Circular inhomogeneity with Steigmann–Ogden interface: Local fields, neutrality, and Maxwell's type approximation formula

The boundary conditions for the Steigmann–Ogden (1997, 1999) model are re-derived for a two dimensional surface using general expression for surface energy that include surface tension. The model treats the interface as a shell of vanishing thickness possessing surface tension as well as membrane and bending stiffness. The two-dimensional plane strain problem of an infinite isotropic elastic domain subjected to the uniform far-field load and containing an isotropic elastic circular inhomogeneity whose interface is described by the Steigmann–Ogden model is solved analytically. Closed-form expressions for all elastic fields in the domain are obtained.
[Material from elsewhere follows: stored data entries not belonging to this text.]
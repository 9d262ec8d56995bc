//! The statistics stage, per method and vessel kind over steady captures:
//! per subject × epoch summaries, a linear mixed model (REML) of SO2 on the
//! epoch with random intercepts for subject, session within subject (when
//! a subject was seen in more than one session), eye within subject and
//! segment within eye, its variance components, the protocol's contrasts
//! with Satterthwaite df and Holm adjustment, paired differences against
//! the baseline (paired t tests), the agreement of arteriolar SO2 with the
//! reference SpO2 (with the slope of SO2 on SpO2, subject random
//! intercepts), and quantities for comparing the methods on the same
//! cohort.

use std::collections::BTreeMap;
use std::path::Path;

use anyhow::Result;
use nalgebra::DMatrix;
use rayon::prelude::*;

use crate::config::study::Study;
use crate::run::epochs::EpochTables;
use crate::run::fits::FitRow;
use crate::stats::agreement::agreement;
use crate::stats::infer::{contrast_at, holm, Test};
use crate::stats::lmm::{Criterion, LmmData, Model, RandomTerm};
use crate::tables::Table;

#[derive(Default, serde::Serialize, serde::Deserialize)]
pub struct Statistics {
    /// (method, kind, subject, epoch, captures, segments, mean, sd).
    pub summaries: Vec<(String, String, String, String, i64, i64, f64, f64)>,
    /// (method, kind, test, holm p).
    pub contrasts: Vec<(String, String, Test, f64)>,
    /// The epoch models' variance components: (method, kind, group, levels, variance); the residual as group `Residual` with the observations as levels.
    pub variance: Vec<(String, String, String, i64, f64)>,
    /// (method, agreement, slope of SO2 on SpO2 with subject random intercepts: estimate, SE, df, lower, upper).
    pub agreement: Vec<(String, crate::stats::agreement::Agreement, Option<Test>)>,
    /// (method, kind, epoch, subjects, mean difference from baseline, SE, df, t, p).
    pub paired: Vec<(String, String, String, i64, f64, f64, f64, f64, f64)>,
    /// Method comparison rows: (method, kind, quantity, value).
    pub comparison: Vec<(String, String, String, f64)>,
    /// The pairs behind the agreement: (method, subject, capture-mean arteriolar SO2, reference SpO2).
    pub agreement_pairs: Vec<(String, String, f64, f64)>,
    /// (method, intercept) of the fitted line of SO2 on SpO2.
    pub agreement_intercepts: Vec<(String, f64)>,
}

impl Statistics {
    /// Adds another part's rows after this one's.
    fn append(&mut self, other: Statistics) {
        self.summaries.extend(other.summaries);
        self.contrasts.extend(other.contrasts);
        self.variance.extend(other.variance);
        self.agreement.extend(other.agreement);
        self.paired.extend(other.paired);
        self.comparison.extend(other.comparison);
        self.agreement_pairs.extend(other.agreement_pairs);
        self.agreement_intercepts.extend(other.agreement_intercepts);
    }
}

fn term(name: &str, keys: &[String]) -> RandomTerm {
    let mut levels: Vec<String> = keys.to_vec();
    levels.sort();
    levels.dedup();
    let group = keys.iter().map(|k| levels.binary_search(k).expect("present")).collect();
    RandomTerm { name: name.into(), levels, group, column_names: vec!["(Intercept)".into()], columns: vec![vec![1.0; keys.len()]] }
}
Dimensionless parameters that govern the problem are identified. The Maxwell type approximation formula is obtained for the effective plane strain properties of the transversely isotropic materials containing multiple inhomogeneities with the Steigmann–Ogden interfaces. The “neutrality” conditions are analyzed. It is demonstrated that while the Steigmann–Ogden model theoretically reduces to the Gurtin–Murdoch (1975, 1978) model when the bending interphase effects are neglected, the two models (for the case of zero surface tension) describe two very different interphase regimes of seven regimes proposed by Benveniste and Miloh (2001).